A união, a convergência de discursos de profissionais da medicina, de
operadores do direito, de jornalistas e de setores da direita política alegando
que a vinda de médicos de países estrangeiros, sobretudo de Cuba, se constitui
em uma política de escravização e de precarização de direitos trabalhistas, não
se sustenta na medida em que, não se escuta quaisquer denúncias ou se ver a
insurgência desses mesmos setores com a vinda de trabalhadores do Haiti para
laborarem na construção civil em todos os recantos do Brasil, de trabalhadores
da Bolívia e de Bangladesh para esvaírem na indústria de vestuário das
periferias da cidade de São Paulo , esses sim em condições de escravidão, mas
em favor das grandes corporações e da acumulação capitalista.

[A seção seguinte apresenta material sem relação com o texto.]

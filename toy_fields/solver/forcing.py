"""What drives a run: wind stress, waves, heat, rotation; constant or piecewise linear in time.

Signs and directions as everywhere: directions are *towards*, degrees counter-clockwise from +x; a heat flux is positive
into the ocean (cooling is negative). The Stokes drift enters as means over the cells, never as surface values.
"""

from __future__ import annotations

from dataclasses import dataclass
from typing import Literal

import numpy as np

from lespost.constants import REFERENCE_DENSITY
from toy_fields.errors import ToyRequestError, UnresolvedStokesDepth
from toy_fields.solver.grid import Grid


@dataclass(frozen=True)
class Ramp:
    """A quantity that is piecewise linear in time: `values` at `times` [s], constant before and after."""

    times: tuple[float, ...]
    values: tuple[float, ...]

    def __post_init__(self) -> None:
        if len(self.times) != len(self.values) or not self.times:
            raise ToyRequestError(f"ramp: {len(self.times)} times for {len(self.values)} values; give as many of each.")
        if any(b <= a for a, b in zip(self.times[:-1], self.times[1:], strict=True)):
            raise ToyRequestError(f"ramp: times {self.times} must increase.")
        if not all(np.isfinite(self.times + self.values)):
            raise ToyRequestError("ramp: times and values must be finite numbers.")

    @classmethod
    def constant(cls, value: float) -> Ramp:
        """The same value at all times."""
        return cls((0.0,), (float(value),))

    @property
    def is_constant(self) -> bool:
        """Whether the value never changes."""
        return len(set(self.values)) == 1

    def at(self, time: float) -> float:
        """The value at `time` [s]."""
        return float(np.interp(time, self.times, self.values))


#: Nothing, at all times.
NONE = Ramp((0.0,), (0.0,))


@dataclass(frozen=True)
class Forcing:
    """Everything that drives a run.

    friction_velocity [m s-1], stress_direction [degree]; surface_stokes_drift [m s-1] at z = 0, stokes_direction
    [degree], stokes_wavenumber k [rad m-1] with us = us0 exp(2 k z); stokes_shape "linear" gives us = us0 (1 + z / depth)
    instead (for the instability test). surface_heat_flux [W m-2], tracer_flux [tracer m s-1, upward];
    coriolis_parameter [s-1]; thermal_expansion [K-1], gravity [m s-2], reference_density [kg m-3],
    specific_heat [J kg-1 K-1].
    """

    friction_velocity: Ramp = NONE
    stress_direction: Ramp = NONE
    surface_stokes_drift: Ramp = NONE
    stokes_direction: Ramp = NONE
    stokes_wavenumber: float = 0.0
    stokes_shape: Literal["exponential", "linear"] = "exponential"
    surface_heat_flux: Ramp = NONE
    tracer_flux: float = 0.0
    coriolis_parameter: float = 0.0
    thermal_expansion: float = 2.0e-4
    gravity: float = 9.81
    reference_density: float = REFERENCE_DENSITY
    specific_heat: float = 3990.0

    def __post_init__(self) -> None:
        if min(self.friction_velocity.values) < 0 or min(self.surface_stokes_drift.values) < 0:
            raise ToyRequestError(
                "friction velocity and surface Stokes drift are moduli and cannot be negative; turn the direction by 180."
            )
        if max(self.surface_stokes_drift.values) > 0 and self.stokes_shape == "exponential" and self.stokes_wavenumber <= 0:
            raise ToyRequestError("waves need a positive wavenumber: give stokes_wavenumber in rad m-1 (0.105 for 60 m).")

    def check_resolved(self, grid: Grid) -> None:
        """Raises UnresolvedStokesDepth if the drift decays within 1.5 levels (common practice asks for 3)."""
        if max(self.surface_stokes_drift.values) == 0 or self.stokes_shape == "linear":
            return
        decay = 0.5 / self.stokes_wavenumber
        if decay < 1.5 * grid.dz:
            levels = int(np.ceil(3.0 * grid.depth / decay))
            raise UnresolvedStokesDepth(
                f"the Stokes drift decays over {decay:.3g} m, which is {decay / grid.dz:.2g} of the level thickness "
                f"{grid.dz:.3g} m: use nz = {levels} (three levels per decay depth) or longer waves."
            )

    def stress(self, time: float) -> tuple[float, float]:
        """Upward kinematic momentum flux (Fu, Fv) at the surface [m2 s-2]; minus u*² along the stress direction."""
        angle = np.deg2rad(self.stress_direction.at(time))
        modulus = self.friction_velocity.at(time) ** 2
        return -modulus * float(np.cos(angle)), -modulus * float(np.sin(angle))

    def temperature_flux(self, time: float) -> float:
        """Upward kinematic temperature flux at the surface [K m s-1]; positive when the ocean is cooled."""
        return -self.surface_heat_flux.at(time) / (self.reference_density * self.specific_heat)

    def buoyancy_coefficient(self) -> float:
        """b per kelvin: g alpha [m s-2 K-1]."""
        return self.gravity * self.thermal_expansion

    def stokes(self, time: float, grid: Grid) -> tuple[np.ndarray, np.ndarray]:
        """Cell-mean Stokes drift (us, vs) [m s-1], each (nz,)."""
        angle = np.deg2rad(self.stokes_direction.at(time))
        profile = self.surface_stokes_drift.at(time) * self.stokes_shape_means(grid)
        return profile * np.cos(angle), profile * np.sin(angle)

    def stokes_shape_means(self, grid: Grid) -> np.ndarray:
        """Cell means of us / us0 [1], (nz,)."""
        if self.stokes_shape == "linear":
            return 1.0 + grid.z / grid.depth
        if self.stokes_wavenumber <= 0:
            return np.zeros(grid.nz)
        k = self.stokes_wavenumber
        return np.exp(2 * k * grid.z) * np.sinh(k * grid.dz) / (k * grid.dz)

Os discursos de todos esses falsos paladinos da moralidade, dos zelosos dos
interesses dos trabalhadores médicos cubanos, quando eles mesmos, muitas vezes
mantém empregados das suas fazendas ou das suas cozinhas em condições
degradantes e de semi-escravidão, tem a ver com substrato ideológico, uma vez
que também são eles parte integrantes de determinadas corporações infensas à
democratização, são defensores da exclusão de privilégios corporativos e de
classes sociais.
De fato o falso dilema em que se transformou a democratização do acesso á
saúde, com a vinda de médicos estrangeiros, principalmente os cubanos para
atenderem as populações desassistidas, aqueles as quais o interesse pelo lucro
relegou a condição de párias sociais, tem a ver com a ótica do que é
prioritário e o que é supérfluo num Estado Democrático Social.
A ousada posição e a estratégia adotada pelo Governo Federal no que diz
respeito à democratização do acesso a saúde, envolve uma questão ética
fundamental, qual seja, ao invés de o Estado prover apenas alguns escolhidos
com os recursos da medicina moderna, deve proporcionar cuidados em saúde as
massas, mesmo que incorra nos riscos de impopularidade juntos aos interesses
corporativos e setores médios da sociedade.

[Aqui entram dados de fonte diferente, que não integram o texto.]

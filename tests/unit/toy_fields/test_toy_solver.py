"""The solver against what must hold of its equations: conservation laws and closed-form solutions."""

from __future__ import annotations

from dataclasses import replace

import numpy as np
import pytest
from scipy.special import erfc

from toy_fields.solver.forcing import Forcing, Ramp
from toy_fields.solver.grid import Grid
from toy_fields.solver.initial import Initial
from toy_fields.solver.run import Case, start
from toy_fields.solver.stepper import Stepper, divergence_ratio
from toy_fields.solver.subgrid import Subgrid
from toy_fields.solver.transforms import HorizontalTransforms

GRID = Grid(nx=16, ny=12, nz=12, length_x=60.0, length_y=50.0, depth=30.0)
NO_SUBGRID = Subgrid(smagorinsky_constant=0.0, background_viscosity=0.0)
STILL = Initial(mixed_layer_depth=30.0, noise_velocity=0.0, noise_temperature=0.0, temperature_gradient=0.0)
UNFORCED = Forcing()
DRIVEN = Forcing(
    friction_velocity=Ramp.constant(0.01), stress_direction=Ramp.constant(20.0), surface_stokes_drift=Ramp.constant(0.08),
    stokes_direction=Ramp.constant(50.0), stokes_wavenumber=0.1, surface_heat_flux=Ramp.constant(-100.0),
    coriolis_parameter=1.0e-4, tracer_flux=1.0e-3,
)


def make(forcing: Forcing = UNFORCED, initial: Initial = STILL, subgrid: Subgrid = NO_SUBGRID, grid: Grid = GRID,
         **more: float) -> Stepper:
    return start(Case("test", "test", grid, forcing, initial, (1.0,), subgrid, **more))


def turbulent(**changes: object) -> Stepper:
    """A driven run in which everything moves: strong random motions, waves across the wind, cooling, a tracer."""
    initial = replace(STILL, mixed_layer_depth=20.0, noise_velocity=0.03, noise_temperature=0.05,
                      temperature_gradient=0.02, tracer_depth=10.0)
    return make(replace(DRIVEN, **changes), initial, Subgrid())


def test_transforms_return_the_kept_modes() -> None:
    transforms = HorizontalTransforms(GRID)
    random = np.random.default_rng(0)
    modes = transforms.to_modes(random.standard_normal((GRID.nz, GRID.ny, GRID.nx)))
    again = transforms.to_modes(transforms.to_physical(modes))
    assert np.max(np.abs(again - modes)) < 1e-14
    assert 0 < GRID.kept_x - 1 < GRID.nx / 3 and 0 < GRID.kept_y - 1 < GRID.ny / 3


def test_product_of_kept_modes_is_free_of_aliasing() -> None:
    # cos(a x)² = 1/2 + cos(2 a x)/2: with a the largest kept wavenumber, 2 a aliases onto modes beyond the kept ones.
    transforms = HorizontalTransforms(GRID)
    wave = np.cos((GRID.kept_x - 1) * 2 * np.pi / GRID.length_x * (GRID.x - GRID.x[0]))
    field = np.broadcast_to(wave**2, (GRID.nz, GRID.ny, GRID.nx)).copy()
    modes = transforms.to_modes(field)
    assert modes[0, 0, 0].real == pytest.approx(0.5, abs=1e-14)
    modes[:, 0, 0] = 0.0
    assert np.max(np.abs(modes)) < 1e-14


def test_divergence_at_round_off() -> None:
    stepper = turbulent()
    for _ in range(20):
        stepper.step(60.0)
    assert divergence_ratio(GRID, stepper.pressure, stepper.state) < 1e-13
    assert np.all(stepper.state.w[0] == 0) and np.all(stepper.state.w[-1] == 0)


def test_inviscid_unforced_energy_is_kept() -> None:
    stepper = make(initial=replace(STILL, noise_velocity=0.05))
    before = stepper.state.kinetic_energy(GRID)
    start_u = stepper.state.u.copy()
    stepper.advance_to(1500.0)
    # The flow has changed altogether, its energy has not.
    change = np.sqrt(np.sum(np.abs(stepper.state.u - start_u) ** 2) / np.sum(np.abs(start_u) ** 2))
    assert change > 0.5
    assert stepper.state.kinetic_energy(GRID) == pytest.approx(before, rel=1e-3)


def test_inviscid_energy_and_buoyancy_exchange() -> None:
    # Linear stratification over the whole column: kinetic energy + b'² / (2 N²) is kept by small motions.
    initial = replace(STILL, mixed_layer_depth=1e-6, temperature_gradient=0.05)
    stepper = make(initial=initial)
    stratification = stepper.equations.forcing.buoyancy_coefficient() * 0.05
    k, m = 2 * np.pi / GRID.length_x, np.pi / GRID.depth
    stepper.state.theta[:, 0, 1] = 0.5e-3 * np.sin(m * GRID.z)
    frequency = np.sqrt(stratification) * k / np.hypot(k, m)
    stepper.courant = 0.1
    stepper.advance_to(np.pi / frequency, fixed=20.0)
    # Internal gravity wave (dispersion relation, derived in closed form): after half a period theta has changed sign.
    assert stepper.state.theta[:, 0, 1].real == pytest.approx(-0.5e-3 * np.sin(m * GRID.z), abs=0.02 * 0.5e-3)


def test_momentum_and_heat_budgets_without_rotation() -> None:
    stepper = turbulent(coriolis_parameter=0.0)
    state = stepper.state
    before = {name: state.__dict__[name][:, 0, 0].real.sum() * GRID.dz for name in ("u", "v", "theta", "tracer")}
    stepper.advance_to(900.0)
    after = {name: state.__dict__[name][:, 0, 0].real.sum() * GRID.dz for name in ("u", "v", "theta", "tracer")}
    angle = np.deg2rad(20.0)
    # Kinematic surface fluxes times time: the definition of the forcing.
    expected = {
        "u": 1e-4 * np.cos(angle) * 900, "v": 1e-4 * np.sin(angle) * 900,
        "theta": -100.0 / (1025.0 * 3990.0) * 900, "tracer": -1e-3 * 900,
    }
    for name, change in expected.items():
        assert after[name] - before[name] == pytest.approx(change, rel=1e-5), name


def test_total_momentum_with_rotation_and_waves() -> None:
    stepper = turbulent()
    stepper.advance_to(3000.0)
    us, vs = DRIVEN.stokes(0.0, GRID)
    total = np.sum(stepper.state.u[:, 0, 0].real + us + 1j * (stepper.state.v[:, 0, 0].real + vs)) * GRID.dz
    # dM/dt = -i f M + u*² exp(i direction) from M = 0: a Lagrangian start at rest, derived in closed form.
    f = 1e-4
    stress = 1e-4 * np.exp(1j * np.deg2rad(20.0))
    expected = stress / (1j * f) * (1 - np.exp(-1j * f * 3000.0))
    assert abs(total - expected) < 1e-5 * abs(expected)


def test_steady_anti_stokes_flow() -> None:
    # u = -us is a steady state of the wave-averaged equations without stress (Stokes-Coriolis balance).
    forcing = replace(DRIVEN, friction_velocity=Ramp.constant(0.0), surface_heat_flux=Ramp.constant(0.0), tracer_flux=0.0)
    stepper = make(forcing)
    stepper.advance_to(20000.0, fixed=200.0)
    us, vs = forcing.stokes(0.0, GRID)
    assert stepper.state.u[:, 0, 0].real == pytest.approx(-us, abs=1e-12)
    assert stepper.state.v[:, 0, 0].real == pytest.approx(-vs, abs=1e-12)


def test_diffusive_profile() -> None:
    # Constant stress on a half space with constant viscosity, derived in closed form (heat conduction with constant flux):
    # U = u*² [2 sqrt(t / (pi nu)) exp(-z²/(4 nu t)) - |z| / nu erfc(|z| / (2 sqrt(nu t)))].
    viscosity, time = 0.01, 1500.0
    grid = Grid(8, 8, 60, 40.0, 40.0, 30.0)
    stepper = make(Forcing(friction_velocity=Ramp.constant(0.01)), subgrid=Subgrid(0.0, background_viscosity=viscosity),
                   grid=grid)
    stepper.advance_to(time)
    depth = -grid.z
    exact = 1e-4 * (
        2 * np.sqrt(time / (np.pi * viscosity)) * np.exp(-(depth**2) / (4 * viscosity * time))
        - depth / viscosity * erfc(depth / (2 * np.sqrt(viscosity * time)))
    )
    assert stepper.state.u[:, 0, 0].real == pytest.approx(exact, abs=2e-3 * exact.max())


def test_ekman_spiral_is_steady() -> None:
    # Ekman 1905: U + i V = u*² / sqrt(i f nu) exp(z sqrt(i f / nu)), 45 degrees to the right of the stress at the surface.
    viscosity, f = 0.01, 4e-4
    grid = Grid(8, 8, 60, 40.0, 40.0, 60.0)
    forcing = Forcing(friction_velocity=Ramp.constant(0.01), coriolis_parameter=f)
    stepper = make(forcing, subgrid=Subgrid(0.0, background_viscosity=viscosity), grid=grid)
    spiral = 1e-4 / np.sqrt(1j * f * viscosity) * np.exp(grid.z * np.sqrt(1j * f / viscosity))
    stepper.state.u[:, 0, 0], stepper.state.v[:, 0, 0] = spiral.real, spiral.imag
    stepper.advance_to(2 * np.pi / f, fixed=20.0)
    found = stepper.state.u[:, 0, 0].real + 1j * stepper.state.v[:, 0, 0].real
    assert np.max(np.abs(found - spiral)) < 0.01 * np.max(np.abs(spiral))
    assert np.rad2deg(np.angle(spiral[-1])) == pytest.approx(-45.0, abs=6.0)


@pytest.mark.parametrize(("mode_y", "stokes"), [(1, 0.06), (2, 0.06), (2, 0.12)])
def test_roll_instability_growth(mode_y: int, stokes: float) -> None:
    # Inviscid rolls in uniform shear S and uniform Stokes shear: growth sqrt(S us_z) l / sqrt(l² + m²)
    # (Craik & Leibovich 1976, second mechanism; derived in closed form for rigid lids, m = pi / depth).
    grid = Grid(6, 16, 32, 40.0, 60.0, 30.0)
    forcing = Forcing(surface_stokes_drift=Ramp.constant(stokes), stokes_shape="linear")
    stepper = make(forcing, replace(STILL, velocity="eulerian_rest"), grid=grid)
    shear = 0.002
    across, m = mode_y * 2 * np.pi / grid.length_y, np.pi / grid.depth
    growth = np.sqrt(shear * stokes / grid.depth) * across / np.hypot(across, m)
    size = 1e-6
    state = stepper.state
    state.u[:, 0, 0] = shear * grid.z
    for sign in (mode_y, -mode_y):
        state.w[:, sign, 0] = 0.5 * size * np.sin(m * grid.z_face)
        state.u[:, sign, 0] = -0.5 * size * shear / growth * np.sin(m * grid.z)
        # v from continuity: i ky v = -dw/dz.
        state.v[:, sign, 0] = 1j / grid.ky[sign, 0] * 0.5 * size * m * np.cos(m * grid.z)
    stepper.pressure.project(state.u, state.v, state.w)
    amplitude = abs(state.w[16, mode_y, 0])
    time = 2.0 / growth
    stepper.advance_to(time, fixed=time / 200)
    assert np.log(abs(state.w[16, mode_y, 0]) / amplitude) / time == pytest.approx(growth, rel=0.05)


def test_opposed_waves_do_not_grow() -> None:
    # With the Stokes shear against the mean shear the same rolls oscillate: S us_z < 0.
    grid = Grid(6, 16, 32, 40.0, 60.0, 30.0)
    forcing = Forcing(surface_stokes_drift=Ramp.constant(0.06), stokes_direction=Ramp.constant(180.0), stokes_shape="linear")
    stepper = make(forcing, replace(STILL, velocity="eulerian_rest"), grid=grid)
    state = stepper.state
    state.u[:, 0, 0] = 0.002 * grid.z
    for sign in (1, -1):
        state.w[:, sign, 0] = 0.5e-6 * np.sin(np.pi / grid.depth * grid.z_face)
    stepper.pressure.project(state.u, state.v, state.w)
    first = abs(state.w[16, 1, 0])
    for _ in range(50):
        stepper.step(100.0, fixed=60.0)
        assert abs(state.w[16, 1, 0]) < 1.01 * first


def test_galilean_drift_of_the_stokes_advection() -> None:
    # A uniform Stokes drift carries a tracer spot as a current does: compare with the exact phase of one mode.
    grid = Grid(12, 6, 4, 60.0, 60.0, 10.0)
    forcing = Forcing(surface_stokes_drift=Ramp.constant(0.1), stokes_wavenumber=0.05)
    stepper = make(forcing, replace(STILL, mixed_layer_depth=10.0, velocity="eulerian_rest", tracer_depth=5.0), grid=grid)
    stepper.state.tracer[:, 0, 1] = 0.5
    stepper.advance_to(100.0, fixed=5.0)
    us, _ = forcing.stokes(0.0, grid)
    expected = 0.5 * np.exp(-1j * grid.kx[0, 1] * us * 100.0)
    assert stepper.state.tracer[:, 0, 1] == pytest.approx(expected, abs=1e-5)


def test_subgrid_viscosity_of_uniform_shear_and_stratification() -> None:
    # |S| = S for a uniform shear; nu = l² S sqrt(1 - Ri / Pr), 0 where Ri > Pr (Lilly 1962).
    grid = Grid(6, 6, 10, 30.0, 30.0, 20.0)
    subgrid = Subgrid(background_viscosity=0.0)
    for richardson, expected in ((0.0, 1.0), (0.25, np.sqrt(0.5)), (0.6, 0.0)):
        stepper = make(initial=replace(STILL, mixed_layer_depth=20.0), subgrid=subgrid, grid=grid)
        shear = 0.01
        stepper.state.u[:, 0, 0] = shear * grid.z
        stepper.state.theta[:, 0, 0] = richardson * shear**2 / stepper.equations.forcing.buoyancy_coefficient() * grid.z
        stepper.equations.evaluate(stepper.state, 0.0, stepper.scratch)
        profile = stepper.equations.physical["nu"][:, 0, 0]
        assert profile == pytest.approx(subgrid.mixing_length_squared(grid) * shear * expected, rel=1e-12, abs=1e-15)


def test_ramps_drive_the_momentum() -> None:
    forcing = Forcing(friction_velocity=Ramp((0.0, 1000.0), (0.0, 0.02)))
    stepper = make(forcing, subgrid=Subgrid())
    stepper.advance_to(1000.0, fixed=50.0)
    total = stepper.state.u[:, 0, 0].real.sum() * GRID.dz
    # integral of (0.02 t / 1000)² from 0 to 1000 s; third-order steps integrate a parabola exactly
    assert total == pytest.approx(0.02**2 * 1000.0 / 3.0, rel=1e-9)
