"""The prognostic variables as Fourier modes: u, v, scalars at centres (nz, ky, kx), w at faces (nz + 1, ky, kx)."""

from __future__ import annotations

from dataclasses import dataclass

import numpy as np

from toy_fields.solver.grid import Grid


@dataclass
class State:
    """Mutable on purpose: the stepper updates it in place. theta is a departure from the run's reference temperature."""

    u: np.ndarray
    v: np.ndarray
    w: np.ndarray
    theta: np.ndarray
    tracer: np.ndarray | None = None

    @classmethod
    def zeros(cls, grid: Grid, with_tracer: bool = False) -> State:
        """A state at rest."""
        centre = (grid.nz, *grid.modes_shape)
        face = (grid.nz + 1, *grid.modes_shape)
        u, v, w, theta = (np.zeros(shape, dtype=np.complex128) for shape in (centre, centre, face, centre))
        return cls(u, v, w, theta, np.zeros(centre, dtype=np.complex128) if with_tracer else None)

    def scalar(self, name: str) -> np.ndarray:
        """The scalar of this name."""
        values: np.ndarray | None = getattr(self, name)
        if values is None:
            raise KeyError(name)
        return values

    def variables(self) -> list[np.ndarray]:
        """All arrays, always in the same order."""
        arrays = [self.u, self.v, self.w, self.theta]
        return arrays if self.tracer is None else [*arrays, self.tracer]

    def kinetic_energy(self, grid: Grid) -> float:
        """Volume mean of (u² + v² + w²) / 2 [m2 s-2]; half of w² of each face belongs to either cell."""
        weight = np.full(grid.kept_x, 2.0)
        weight[0] = 1.0
        total = sum(float(np.sum(weight * np.abs(values) ** 2)) for values in (self.u, self.v, self.w))
        return 0.5 * total / grid.nz
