"""`python -m toy_fields` makes every kind of toy field, and refuses what it cannot make."""

from __future__ import annotations

from pathlib import Path

import numpy as np
import pytest
import xarray as xr
from click.testing import CliRunner

from toy_fields.cli import cli
from toy_fields.closed_form.layout import divergence
from toy_fields.errors import ToyRequestError

SMALL = ["--nx", "16", "--ny", "16", "--nz", "8"]


def run(*arguments: str) -> None:
    outcome = CliRunner().invoke(cli, list(arguments), catch_exceptions=False)
    assert outcome.exit_code == 0, outcome.output


def test_help_names_every_command() -> None:
    text = CliRunner().invoke(cli, ["--help"]).output
    for command in ("solve", "closed-form", "random", "record", "checksums"):
        assert command in text
        assert CliRunner().invoke(cli, [command, "--help"]).exit_code == 0


@pytest.mark.parametrize("flow", ["roll", "cellular", "lines", "abc", "rotation", "strain", "shear"])
def test_closed_form(flow: str, tmp_path: Path) -> None:
    out = tmp_path / f"{flow}.nc"
    run("closed-form", flow, *SMALL, "--out", str(out), "--arrangement", "staggered")
    with xr.open_dataset(out) as fields:
        assert fields["u"].dims == ("time", "z", "y", "x_face")
        assert f"closed-form {flow}" in fields.attrs["command"]
        if flow in ("roll", "cellular", "lines"):
            scale = np.abs(np.diff(fields["w"].values, axis=1)).max()
            assert np.abs(divergence(fields)).max() < 1e-13 * scale


def test_settings_of_a_flow(tmp_path: Path) -> None:
    out = tmp_path / "lines.zarr"
    run("closed-form", "lines", *SMALL, "--out", str(out), "--set", "waves_x=2", "--set", "vertical_amplitude=0.1",
        "--times", "0,30", "--continuum")
    with xr.open_zarr(out, consolidated=False) as fields:
        assert fields.attrs["flow_waves_x"] == 2 and fields.sizes["time"] == 2
        assert "--set waves_x=2 --set vertical_amplitude=0.1" in fields.attrs["command"]
        # variance W² / 2 at mid depth
        assert float(fields["w"][0, 4].var()) == pytest.approx(0.5 * 0.1**2, rel=1e-6)


@pytest.mark.parametrize(
    ("arguments", "words"),
    [
        (["closed-form", "roll", "--set", "jets=1"], "NAME=VALUE with one of vertical_amplitude"),
        (["closed-form", "lines", "--set", "waves_x=1.5"], "whole number"),
        (["closed-form", "roll", "--set", "wavelength=70"], "2.857 waves in the box"),
        (["closed-form", "roll", "--times", "now"], "--times"),
        (["random", "--spacing", "300"], "spacing"),
    ],
)
def test_refusals(arguments: list[str], words: str, tmp_path: Path) -> None:
    with pytest.raises(ToyRequestError, match=words):
        CliRunner().invoke(cli, [*arguments, "--out", str(tmp_path / "x.nc")], catch_exceptions=False)
    assert list(tmp_path.iterdir()) == []


def test_format_must_be_plain(tmp_path: Path) -> None:
    with pytest.raises(ToyRequestError, match=r"\.nc or \.zarr"):
        CliRunner().invoke(cli, ["random", *SMALL, "--out", str(tmp_path / "x.dat")], catch_exceptions=False)


def test_random(tmp_path: Path) -> None:
    out = tmp_path / "random.nc"
    run("random", *SMALL, "--out", str(out), "--times", "0,600", "--tracer", "0.5", "--seed", "3")
    with xr.open_dataset(out) as fields:
        assert fields["u"].values.var(axis=(1, 2, 3)) == pytest.approx([3e-5, 3e-5], rel=1e-4)
        assert set(fields.data_vars) == {"u", "v", "w", "tracer_streaks"}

Inequivocamente, não há como o Estado, independentemente da sua natureza
classista, dar de ombros aos interesses gerais da população e fazer letra morta
da Constituição Federal, alinhando-se apenas com interesses corporativistas e
de apenas uma classe social, colocando em risco o equilíbrio do tecido social e
a próprio modelo de dominação, deixando os desprotegidos à própria sorte e
derrogando os princípios da Solidariedade, da prioridade à vida e da construção
de uma sociedade menos desigual.
Saúde é uma questão de Justiça, portanto, o que deve importar nas escolhas
políticas nesse campos são os interesses de seres humanos e na de uma única
classe social ou corporação, em que pese a gritaria, verdadeira algazarra de
profissionais médicos, operadores do Direitos e da grande mídia que pouco se
importam se nos grotões do Brasil crianças ainda morram de infecção por
lombricóides, uma vez que para a maioria dos médicos brasileiros no exercício
da medicina os princípios éticos e interesse social devem ser sacrificados em
favor do status social e do lucro.
MIGUEL DOS SANTOS CERQUEIRA, Defensor Público, Coordenador do Núcleo de Defesa
de Direitos Humanos e Promoção da Inclusão Social da Defensoria Pública do
Estado de Sergipe, titular da Primeira Defensoria Pública do Estado de Sergipe.